Лисица сложила перед собой ладони и низко поклонилась.
– Домо аригато [66].
– Де нада [67], ‑ откликнулся Салем Туссен и тут же удивленно спросил: – А что это там за шум?
Джими Бигуд открыл окно, и они увидели, что улица внизу запружена хайнтами. И все они смотрели вверх, на здание. Заметив в окне движение, хайнты начали скандировать:
– Дай‑те нам царя, дай‑те нам ца‑ря!
– Мать твою так, – сказал Дохлорожий.
– Слышишь, мальчик? – спросила лисица. – Это они тебя так любят. Выйди на балкон и помаши им ручкой.
Как ни странно, эта демонстрация преданности ввергла Вилла в тоску.
– Ну чего это их так волнует? – спросил он всех и никого. – Разве в те времена, когда Вавилоном, Вавилонией и Присовокупленными территориями правил царь, было хоть на йоту лучше? Ну с какой такой стати те, кто никогда не видел от монархии ровно ничего хорошего, приветствуют ее восстановление?
– Дай‑те нам ца‑ря.
– Его Отсутствующее Величество являет собой воплощение справедливости, – объяснил Салем Туссен. – Поэтому более чем естественно, что все честные граждане жаждут его возвращения, а те, кто их эксплуатирует, боятся. – Один из его золотых зубов жарко сверкнул на солнце. – И эта сцена наглядно подтверждает, что все мои избиратели суть порядочные граждане.
– Дай‑те нам ца‑ря, дай‑те нам ца‑ря.
Все это время Джими Бигуд дергал высокое, до пола, окно, выходившее на маленький захламленный балкон. Теперь его труды увенчались успехом: окно с треском распахнулось.
– Ты надел бы этот свой колпак, – посоветовал Виллу Туссен. – А потом выйди, чтобы они на тебя посмотрели.
Вилл вышел на балкон с чувством, близким к головокружению, и увидел внизу, на улице, море запрокинутых лиц. Не придумав ничего содержательнее, он вскинул руку.
Толпа взорвалась криками и аплодисментами, заморгали слепящие вспышки фотокамер. Волна любви, кипевшая на улице, захлестнула Вилла и понесла, наполнила его невероятной энергией. Он чувствовал в себе достаточно сил, чтобы поднять автобус, достаточно ловкости, чтобы ходить по воде. Это было изумительное, незнакомое чувство. Он поворачивался то налево, то направо, махал то одной рукой, то другой и все улыбался, улыбался, улыбался, как слабоумный. Скажи ему прежде, что такое возможно, он бы никогда не поверил.

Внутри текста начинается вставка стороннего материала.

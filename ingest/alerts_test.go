package ingest_test

import (
	"context"
	"encoding/json"
	"fmt"
	"io"
	"math/rand/v2"
	"net/http"
	"net/http/httptest"
	"path/filepath"
	"strings"
	"sync"
	"testing"
	"time"

	"github.com/nats-io/nats.go"

	"driftfit/alert"
	"driftfit/ingest"
	"driftfit/rolling"
	"driftfit/store"
)

// ptRule is a transmitter class judged on the slope over 5 days of 6-hour
// panes.
func ptRule(tolerance float64, debounce int) alert.Rule {
	r := alert.DefaultRule()
	r.Class, r.Unit = "pt", "kPa"
	r.SpanLower, r.SpanUpper = 0, 2000
	r.Tolerance = tolerance
	r.Windows = []rolling.WindowSpec{{Span: 5 * 24 * time.Hour, Pane: 6 * time.Hour}}
	r.MinReadings, r.MinCoverage, r.Debounce = 20, 0.5, debounce
	r.Limits.Slope = alert.RateLimit{Warning: 0.5}
	return r
}

// startAlertService runs a service in stream mode that judges sensors by
// rule and puts the members of group (ids with the prefix) in one peer
// group.
func startAlertService(t *testing.T, url, dir string, rule alert.Rule, group string, edit func(*ingest.Options)) *harness {
	t.Helper()
	nc, err := nats.Connect(url)
	if err != nil {
		t.Fatal(err)
	}
	db, err := store.Open(filepath.Join(dir, "state.db"), store.Options{NoSync: true})
	if err != nil {
		t.Fatal(err)
	}
	o := ingest.Options{
		Conn: nc,
		DB:   db,
		Sensor: func(id string) (ingest.SensorConfig, error) {
			c := ingest.SensorConfig{Windows: rule.Windows, Unit: "kPa"}
			if group != "" && strings.HasPrefix(id, group) {
				c.Group = group
			}
			return c, nil
		},
		Rule:           func(string) (alert.Rule, bool) { return rule, true },
		CommitInterval: 20 * time.Millisecond,
	}
	if edit != nil {
		edit(&o)
	}
	svc, err := ingest.New(o)
	if err != nil {
		t.Fatal(err)
	}
	ctx, cancel := context.WithCancel(context.Background())
	h := &harness{svc: svc, db: db, nc: nc, cancel: cancel, done: make(chan error, 1)}
	go func() { h.done <- svc.Run(ctx) }()
	t.Cleanup(h.stop)
	waitStream(t, nc)
	return h
}

// publishDrift publishes six days of hourly readings of id from t0 with
// a JetStream acknowledgement: 2 kPa/day of drift from 500 kPa in a
// repeating ±0.2 kPa pattern, four times ptRule's slope limit, enough for
// a slope alert and a ticket.
func publishDrift(t *testing.T, js nats.JetStreamContext, id string, t0 time.Time) {
	t.Helper()
	for hr := range 24 * 6 {
		publishJS(t, js, id, t0.Add(time.Duration(hr)*time.Hour), 500+2*float64(hr)/24+0.2*float64((hr*7919)%11-5)/5)
	}
}

// publishJS publishes one reading with a JetStream acknowledgement.
func publishJS(t *testing.T, js nats.JetStreamContext, id string, at time.Time, v float64) {
	t.Helper()
	data := ingest.AppendReading(nil, ingest.Decoded{Reading: rolling.Reading{UnixNano: at.UnixNano(), Value: v}})
	if _, err := js.Publish("driftfit.in."+id, data); err != nil {
		t.Fatal(err)
	}
}

// TestService_TicketThroughOutbox drives a drifting sensor until it raises
// a slope alert and opens a ticket, while the webhook receiver fails its
// first requests. The ticket must arrive once the receiver is back, be on
// the bus with a Nats-Msg-Id, and be stored; a calibration request is
// answered only once stored, closes the ticket, and the closing is
// delivered under another Idempotency-Key.
func TestService_TicketThroughOutbox(t *testing.T) {
	dir := t.TempDir()
	ns := natsServer(t, filepath.Join(dir, "nats"), 0)
	defer ns.Shutdown()

	var mu sync.Mutex
	var got []alert.Ticket
	var keys []string
	fails := 3
	recv := httptest.NewServer(http.HandlerFunc(func(w http.ResponseWriter, r *http.Request) {
		mu.Lock()
		defer mu.Unlock()
		if fails > 0 {
			fails--
			http.Error(w, "down for maintenance", http.StatusServiceUnavailable)
			return
		}
		body, _ := io.ReadAll(r.Body)
		var tk alert.Ticket
		if err := json.Unmarshal(body, &tk); err != nil {
			t.Errorf("webhook body %q: %v", body, err)
		}
		got = append(got, tk)
		keys = append(keys, r.Header.Get(ingest.HeaderIdempotency))
	}))
	defer recv.Close()

	h := startAlertService(t, ns.ClientURL(), dir, ptRule(5, 1), "", func(o *ingest.Options) {
		o.Webhook = ingest.Webhook{URL: recv.URL, FirstRetry: 20 * time.Millisecond}
	})
	tickets, err := h.nc.SubscribeSync("driftfit.tickets")
	if err != nil {
		t.Fatal(err)
	}
	events, err := h.nc.SubscribeSync("driftfit.alerts.>")
	if err != nil {
		t.Fatal(err)
	}
	if err := h.nc.Flush(); err != nil {
		t.Fatal(err)
	}
	js, err := h.nc.JetStream()
	if err != nil {
		t.Fatal(err)
	}
	id := "qm.u1.steam.pt-102"
	t0 := time.Date(2026, 9, 1, 0, 0, 0, 0, time.UTC)
	publishDrift(t, js, id, t0)
	m, err := tickets.NextMsg(20 * time.Second)
	if err != nil {
		t.Fatalf("no ticket on the bus: %v", err)
	}
	var onBus alert.Ticket
	if err := json.Unmarshal(m.Data, &onBus); err != nil || onBus.Sensor != id || onBus.Caution == "" {
		t.Fatalf("ticket on the bus: %+v, %v", onBus, err)
	}
	if mid := m.Header.Get(nats.MsgIdHdr); mid == "" {
		t.Error("ticket published without Nats-Msg-Id")
	}
	ev, err := events.NextMsg(5 * time.Second)
	if err != nil || ev.Header.Get(nats.MsgIdHdr) == "" {
		t.Fatalf("alert event %v (id %q), %v", ev, ev.Header.Get(nats.MsgIdHdr), err)
	}
	// Every post the receiver took; the opening first, then any revisions
	// of its due date.
	waitFor(t, "the ticket delivered after the outage", func() bool {
		mu.Lock()
		defer mu.Unlock()
		return len(got) >= 1
	})

	// The reply comes once the calibration is committed: the ticket is
	// closed in the file by then.
	reply, err := h.nc.Request("driftfit.calibrations."+id, []byte(`{"as_found": 511.9, "as_left": 500.1}`), 10*time.Second)
	var ans ingest.CalibrationReply
	if err != nil || json.Unmarshal(reply.Data, &ans) != nil || !ans.OK || ans.Record == nil || ans.Record.Seq != 1 || ans.Record.AsFound != 511.9 {
		t.Fatalf("calibration reply %v, %v; want ok with record 1", reply, err)
	}
	var stored alert.Ticket
	_ = h.db.Tickets(func(_ string, d []byte) error { return json.Unmarshal(d, &stored) })
	if stored.Calibration == nil || stored.Calibration.AsFound != 511.9 {
		t.Errorf("stored ticket when the reply came: %+v, want it closed with as-found 511.9", stored)
	}
	waitFor(t, "the closed ticket delivered", func() bool {
		mu.Lock()
		defer mu.Unlock()
		return len(got) >= 2 && got[len(got)-1].Calibration != nil
	})
	mu.Lock()
	opened, closed := got[0], got[len(got)-1]
	seen := map[string]bool{}
	for i, k := range keys {
		// Each revision (opening, due-date revisions, closing) has a key
		// of its own.
		if k == "" || seen[k] {
			t.Errorf("post %d (revision %d): Idempotency-Key %q empty or repeated", i, got[i].Revision, k)
		}
		seen[k] = true
	}
	mu.Unlock()
	if opened.Revision != 0 || opened.Calibration != nil {
		t.Errorf("first post %+v, want the opening", opened)
	}
	if closed.ID != onBus.ID || closed.Calibration == nil {
		t.Errorf("closed ticket %+v, want %s with the calibration", closed, onBus.ID)
	}
	// Sent items leave the outbox with a later commit.
	waitFor(t, "the outbox emptied", func() bool {
		bus, err1 := h.db.Outbox('B', 0, 10)
		hook, err2 := h.db.Outbox('W', 0, 10)
		return err1 == nil && err2 == nil && len(bus) == 0 && len(hook) == 0
	})

	// A mistyped id and a time years ahead are refused, naming the problem.
	for _, c := range []struct{ subject, body, want string }{
		{"driftfit.calibrations.qm.u1.steam.pt-1o2", `{"as_found": 1, "as_left": 1}`, "never reported"},
		{"driftfit.calibrations." + id, `{"t": "2030-01-01T00:00:00Z", "as_found": 1, "as_left": 1}`, "ahead of now"},
	} {
		reply, err := h.nc.Request(c.subject, []byte(c.body), 5*time.Second)
		if err != nil || !strings.Contains(string(reply.Data), c.want) {
			t.Errorf("calibration %s %s: reply %v, %v; want an error with %q", c.subject, c.body, reply, err, c.want)
		}
	}
	// A reply subject under the service's own prefixes gets no answer.
	sub, err := h.nc.SubscribeSync("driftfit.calibrations.qm.x.y")
	if err != nil {
		t.Fatal(err)
	}
	msg := nats.NewMsg("driftfit.calibrations." + id)
	msg.Reply = "driftfit.calibrations.qm.x.y"
	msg.Data = []byte(`{"as_found": 1, "as_left": 1}`)
	if err := h.nc.PublishMsg(msg); err != nil {
		t.Fatal(err)
	}
	if m, err := sub.NextMsg(500 * time.Millisecond); err == nil {
		t.Errorf("service answered onto its own calibration subject: %s", m.Data)
	}
}

// peerRun feeds 20 days of hourly readings of five transmitters on one
// header through a service, with or without peer comparison, and returns
// the raised events per sensor. The process steps up 20 kPa on day 8 and
// ramps at 1 kPa/day from day 12 — twice the slope limit — on every
// member alike; drifting, if not empty, adds a drift of 1 kPa/day from
// day 2 to that member alone.
func peerRun(t *testing.T, withPeers bool, drifting string) map[string][]alert.Event {
	t.Helper()
	dir := t.TempDir()
	ns := natsServer(t, filepath.Join(dir, "nats"), 0)
	defer ns.Shutdown()
	group := ""
	if withPeers {
		group = "qm.u1.steam."
	}
	h := startAlertService(t, ns.ClientURL(), dir, ptRule(50, 2), group, nil)
	// A connection of its own, so what the service publishes before it
	// stops is still read after.
	nc2, err := nats.Connect(ns.ClientURL())
	if err != nil {
		t.Fatal(err)
	}
	defer nc2.Close()
	sub, err := nc2.SubscribeSync("driftfit.alerts.>")
	if err != nil {
		t.Fatal(err)
	}
	if err := nc2.Flush(); err != nil {
		t.Fatal(err)
	}
	js, err := h.nc.JetStream()
	if err != nil {
		t.Fatal(err)
	}
	seed := uint64(31)
	rng := rand.New(rand.NewPCG(seed, 0))
	t0 := time.Date(2026, 10, 1, 0, 0, 0, 0, time.UTC)
	var ids []string
	for i := 1; i <= 5; i++ {
		ids = append(ids, fmt.Sprintf("qm.u1.steam.pt-10%d", i))
	}
	const hours = 20 * 24
	for hr := range hours {
		at := t0.Add(time.Duration(hr) * time.Hour)
		d := float64(hr) / 24
		process := 1000.0
		if d >= 8 {
			process += 20
		}
		if d >= 12 {
			process += 1 * (d - 12)
		}
		for _, id := range ids {
			v := process + 0.3*rng.NormFloat64()
			if id == drifting && d >= 2 {
				v += 1 * (d - 2)
			}
			publishJS(t, js, id, at, v)
		}
	}
	waitFor(t, "every reading applied", func() bool { return h.svc.Stats().Applied == hours*5 })
	h.stop() // commits and publishes what is left
	raised := map[string][]alert.Event{}
	for {
		m, err := sub.NextMsg(300 * time.Millisecond)
		if err != nil {
			return raised
		}
		var ev alert.Event
		if err := json.Unmarshal(m.Data, &ev); err != nil {
			t.Fatalf("event %s: %v", m.Data, err)
		}
		if ev.Type == alert.Raised {
			raised[ev.Sensor] = append(raised[ev.Sensor], ev)
		}
	}
}

// TestService_PeersProcessChangeVersusDrift checks peer comparison: a
// process step and ramp on the whole header raise no alert, one member
// drifting at twice the slope limit raises on that member only. Without
// peers the same process ramp raises alerts, so the first check can fail.
func TestService_PeersProcessChangeVersusDrift(t *testing.T) {
	if testing.Short() {
		t.Skip("three service runs of 2,400 readings each")
	}
	if got := peerRun(t, false, ""); len(got) == 0 {
		t.Fatal("without peer comparison the process ramp should raise alerts")
	}
	if got := peerRun(t, true, ""); len(got) != 0 {
		for id, evs := range got {
			t.Errorf("process change raised %d alerts on %s: %+v", len(evs), id, evs[0])
		}
	}
	got := peerRun(t, true, "qm.u1.steam.pt-103")
	for id, evs := range got {
		if id != "qm.u1.steam.pt-103" {
			t.Errorf("alert on %s, which does not drift: %+v", id, evs[0])
		}
	}
	evs := got["qm.u1.steam.pt-103"]
	if len(evs) == 0 {
		t.Fatal("the drifting member raised no alert")
	}
	if !strings.Contains(evs[0].Class, "vs peer group qm.u1.steam.") || evs[0].Kind != alert.Slope {
		t.Errorf("first alert %+v: want a slope alert on the peer deviation", evs[0])
	}
	t.Logf("drifting member: %d raises, first %s at %v, value %.3f kPa/d", len(evs), evs[0].Kind, evs[0].At, evs[0].Value)
}
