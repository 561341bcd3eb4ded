package ingest

import (
	"driftfit/alert"
	"driftfit/rolling"
)

// A peer group turns the readings of its members into each member's
// deviation from the group, on common time buckets, and fits that
// deviation in a sensor of its own whose pane closes feed the member's
// peer alert rule. A change of the process moves the whole group and
// cancels; a drifting member stands out.
//
// While a group has fewer than two live members in a bucket there is no
// one to compare with: its members are judged on their own signal (the
// raw fits) until two are live again, and the change is logged.
//
// Every member of a group is routed to one worker, which owns the group
// outright: no locks.
type peerGroup struct {
	name      string
	width     int64 // bucket width, ns: the members' shortest pane
	members   []*peerMember
	buckets   map[int64][]peerSum // bucket index → per member sums
	newest    int64               // newest reading time seen, Unix ns
	finalized int64               // buckets up to this index are done
	started   bool
	comparing bool // the last finalized bucket had two or more live members
	devs      []alert.Deviation
	vals      []float64
	live      []bool
}

type peerMember struct {
	g      *peerGroup
	i      int // index in g.members
	ref    *sensorRef
	sensor *rolling.Sensor // the deviation signal
}

type peerSum struct {
	sum float64
	n   int
}

// join makes ref a member of the worker's group name, creating the group
// with ref's windows on first use. A member whose windows cannot make a
// deviation sensor is left out, and says so.
func (w *worker) join(ref *sensorRef, name string, windows []rolling.WindowSpec) {
	if len(windows) == 0 {
		return
	}
	s, err := rolling.NewSensor(windows...)
	if err != nil {
		w.s.log.Warn().Str("sensor", ref.id).Str("group", name).Err(err).Msg("peer group member left out")
		return
	}
	g := w.groups[name]
	if g == nil {
		width := windows[0].Pane
		for _, win := range windows {
			width = min(width, win.Pane)
		}
		g = &peerGroup{name: name, width: int64(width), buckets: map[int64][]peerSum{}}
		w.groups[name] = g
	}
	m := &peerMember{g: g, i: len(g.members), ref: ref, sensor: s}
	g.members = append(g.members, m)
	for k, sums := range g.buckets {
		g.buckets[k] = append(sums, peerSum{})
	}
	ref.st.member = m
}

// peerApplied takes a member's newly applied readings.
func (w *worker) peerApplied(m *peerMember, readings []rolling.Reading) {
	g := m.g
	for _, r := range readings {
		k := floorDiv(r.UnixNano, g.width)
		if g.started && k <= g.finalized {
			continue // its bucket is already compared
		}
		sums := g.buckets[k]
		if sums == nil {
			sums = make([]peerSum, len(g.members))
			g.buckets[k] = sums
		}
		sums[m.i].sum += r.Value
		sums[m.i].n++
		if !g.started {
			g.finalized, g.started = k-1, true
		}
		g.newest = max(g.newest, r.UnixNano)
	}
	// A bucket is compared once readings a whole bucket later arrived,
	// so members reporting a little late still count.
	for last := floorDiv(g.newest, g.width) - 2; g.finalized < last; {
		g.finalized++
		w.compare(g, g.finalized)
	}
}

// compare computes the deviations of bucket k and feeds them to the
// members' deviation sensors, judging each window whose pane closes.
func (w *worker) compare(g *peerGroup, k int64) {
	sums, ok := g.buckets[k]
	if !ok {
		return
	}
	delete(g.buckets, k)
	g.vals, g.live = g.vals[:0], g.live[:0]
	nlive := 0
	for _, s := range sums {
		v, live := 0.0, s.n > 0
		if live {
			v = s.sum / float64(s.n)
			nlive++
		}
		g.vals, g.live = append(g.vals, v), append(g.live, live)
	}
	var err error
	if g.devs, err = alert.Deviations(g.devs, g.vals, g.live); err != nil {
		w.s.badLog.Warn().Str("group", g.name).Err(err).Msg("peer comparison skipped")
		return
	}
	if now := nlive >= 2; now != g.comparing {
		g.comparing = now
		ev := w.s.log.Info().Str("group", g.name).Int("live", nlive)
		if now {
			ev.Msg("peer group comparing its members")
		} else {
			ev.Msg("peer group has fewer than two live members: members judged on their own signal")
		}
	}
	if !g.comparing {
		return
	}
	at := k*g.width + g.width/2
	for i, d := range g.devs {
		if !d.Live || d.Own {
			continue
		}
		m := g.members[i]
		if mask := m.sensor.Closes(at); mask != 0 {
			for win := range m.sensor.Windows() {
				if mask&(1<<uint(win)) != 0 {
					sol := m.sensor.SolveJudged(win)
					if sol.Parabola.SerialErr != nil && m.ref.st.sensor != nil {
						// A deviation fit of one value a bucket has too few
						// pairs of its own: take the estimate of the
						// member's own readings, whose correlation includes
						// the process swings the deviation cancels, so the
						// correction errs on the wide side.
						if own := m.ref.st.sensor.SolveJudged(m.ref.st.sensor.Windows() - 1); own.Parabola.SerialErr == nil {
							sol = sol.WithSerial(own.Parabola.R1, own.Parabola.Pairs)
						}
					}
					w.judge(m.ref, true, &sol)
				}
			}
		}
		_ = m.sensor.Add(rolling.Reading{UnixNano: at, Value: d.Value})
	}
}

// comparing reports whether the sensor is judged on its deviation from
// its peer group now rather than on its own fits.
func (st *sensorState) comparing() bool { return st.member != nil && st.member.g.comparing }

func floorDiv(a, b int64) int64 {
	q := a / b
	if a%b != 0 && a < 0 {
		q--
	}
	return q
}
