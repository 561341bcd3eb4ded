package rolling

// pane holds the sufficient statistics of the readings of one pane.
//
// Time enters as u = (t − start)/w − ½ ∈ [−½, ½), the position inside the
// pane, so the power sums stay of order one whatever the epoch. Values enter
// relative to y0, the pane's first value (and ln-values relative to l0, the
// log of its first positive value), so that a level of 10⁶ with noise of
// 10⁻³ does not cancel away in Σy². A window combines its panes by shifting
// these sums exactly to a common origin when it is solved.
//
// The layout is 16 words, 128 bytes. Readings with y ≤ 0 make a pane
// "mixed": the exp fit then needs the time moments of the positive readings
// alone, which live in the ring's side table so the common case stays small.
type pane struct {
	tmin, tmax int64 // first and last reading time, Unix ns; valid when n > 0
	n, npos    uint32
	y0, l0     float64
	su, su2    float64 // Σu, Σu²
	su3, su4   float64 // Σu³, Σu⁴
	sy, suy    float64 // Σỹ, Σuỹ with ỹ = y − y0
	su2y, syy  float64 // Σu²ỹ, Σỹ²
	sl, sul    float64 // Σl̃, Σul̃ with l̃ = ln y − l0, over y > 0
	sll        float64 // Σl̃²
}

// posMoments are Σu and Σu² over the positive readings of a mixed pane.
type posMoments struct{ su, su2 float64 }

func (p *pane) mixed() bool { return p.n != p.npos }

// add folds one reading into the pane. ly = ln y when pos (y > 0).
// side is the pane's slot in the ring's side table, non-nil only when the
// pane is mixed or about to become mixed.
func (p *pane) add(t int64, u, y, ly float64, pos bool, side *posMoments) {
	if p.n == 0 {
		p.tmin, p.tmax, p.y0 = t, t, y
	} else if t < p.tmin {
		p.tmin = t
	} else if t > p.tmax {
		p.tmax = t
	}
	u2 := u * u
	if side != nil && pos {
		side.su += u
		side.su2 += u2
	}
	p.su += u
	p.su2 += u2
	p.su3 += u2 * u
	p.su4 += u2 * u2
	dy := y - p.y0
	p.sy += dy
	p.suy += u * dy
	p.su2y += u2 * dy
	p.syy += dy * dy
	if pos {
		if p.npos == 0 {
			p.l0 = ly
		}
		dl := ly - p.l0
		p.sl += dl
		p.sul += u * dl
		p.sll += dl * dl
		p.npos++
	}
	p.n++
}
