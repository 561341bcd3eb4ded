package rolling

import (
	"math"
	"time"
)

// PaneStats describes the readings of one pane in their own units: what
// a window keeps of them, since readings are not kept one by one.
type PaneStats struct {
	// Start and End bound the pane: it holds the readings with
	// Start ≤ t < End.
	Start, End time.Time
	// First and Last are the times of its earliest and latest reading.
	First, Last time.Time
	// N counts its readings, Mean is their mean value and MeanTime their
	// mean time; TimeSD is the standard deviation of their times
	// (population, divisor N), so that the mean of a fitted curve over
	// the pane's readings follows: for c0 + c1·τ + c2·τ² it is
	// c0 + c1·τ̄ + c2·(τ̄² + σ²) with τ̄ and σ from MeanTime and TimeSD.
	N        int
	Mean     float64
	MeanTime time.Time
	TimeSD   time.Duration
	// NPos counts the readings with y > 0, those the exp fit takes;
	// LogMean is the mean of their ln y and MeanTimePos their mean time.
	// Both are zero when NPos is 0.
	NPos        int
	LogMean     float64
	MeanTimePos time.Time
}

// AppendPanes appends to dst the panes of width w that the sensor holds
// with readings, oldest first, and returns the extended slice: those of
// its longest window of that width, which hold every shorter one's.
// Window i's panes, those Solve fits, are the ones with
// End > newest End − Span. A width no window has appends nothing.
//
// The pane sums hold values relative to the pane's first value and times
// as positions after its earliest reading (see pane); here they are
// turned back into means in the readings' own units and times, which
// costs one rounding each, far below any reading's resolution.
func (s *Sensor) AppendPanes(dst []PaneStats, w time.Duration) []PaneStats {
	rg := s.ringOf(w)
	if rg == nil || !rg.start {
		return dst
	}
	width := float64(rg.width)
	for k := rg.newest - int64(len(rg.panes)) + 1; k <= rg.newest; k++ {
		j := rg.slot(k)
		p := &rg.panes[j]
		if p.n == 0 {
			continue
		}
		n := float64(p.n)
		mu := p.su / n
		ps := PaneStats{
			Start: time.Unix(0, k*rg.width), End: time.Unix(0, (k+1)*rg.width),
			First: time.Unix(0, p.tmin), Last: time.Unix(0, p.tmax),
			N: int(p.n), Mean: p.y0 + p.sy/n,
			MeanTime: time.Unix(0, p.tmin+int64(math.Round(mu*width))),
			TimeSD:   time.Duration(math.Round(width * math.Sqrt(max(p.su2/n-mu*mu, 0)))),
			NPos:     int(p.npos),
		}
		if p.npos > 0 {
			sup, _ := rg.posMoments(j)
			np := float64(p.npos)
			ps.LogMean = p.l0 + p.sl/np
			ps.MeanTimePos = time.Unix(0, p.tmin+int64(math.Round(sup/np*width)))
		}
		dst = append(dst, ps)
	}
	return dst
}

Но по прошествии какого‑то – до обидного малого – времени чьи‑то руки схватили его за плечи и втащили назад в кабинет. Он задыхался и хватал ртом воздух. А потом из тумана выплыло лицо Салема Туссена, и тот явно что‑то говорил.
– Да послушай же ты! – Олдермен встряхнул Вилла за плечи. – Слышишь или нет? Я сказал Дохлорожему, чтобы подогнал машину. Нужно вытаскивать тебя отсюда. Это дело, – он повернулся к лисице, – слишком уж склизкое, чтобы мне напрямую с ним связываться. Но у меня есть какое‑то странное предчувствие. Возьмите с собою Джими. Все прекрасно знают, что он из моих ребят, но в крайнем случае я всегда смогу сказать, что послал его как наблюдателя. Ну, – повернулся он к Виллу, – счастливо. Я так и считаю, что только полный псих может делать то, что уж ты там делаешь. Но будем надеяться, что как‑нибудь оно проскочит.
– Спасибо, Салем, ты настоящий мен.
– Я вобью за тебя в нкиси‑нконде новый гвоздь.
У парадного входа Старой Ратуши столпилась уйма зевак, у заднего входа их было немногим меньше, поэтому Вилл попытался проскользнуть в боковую дверь. Но все равно его заметили.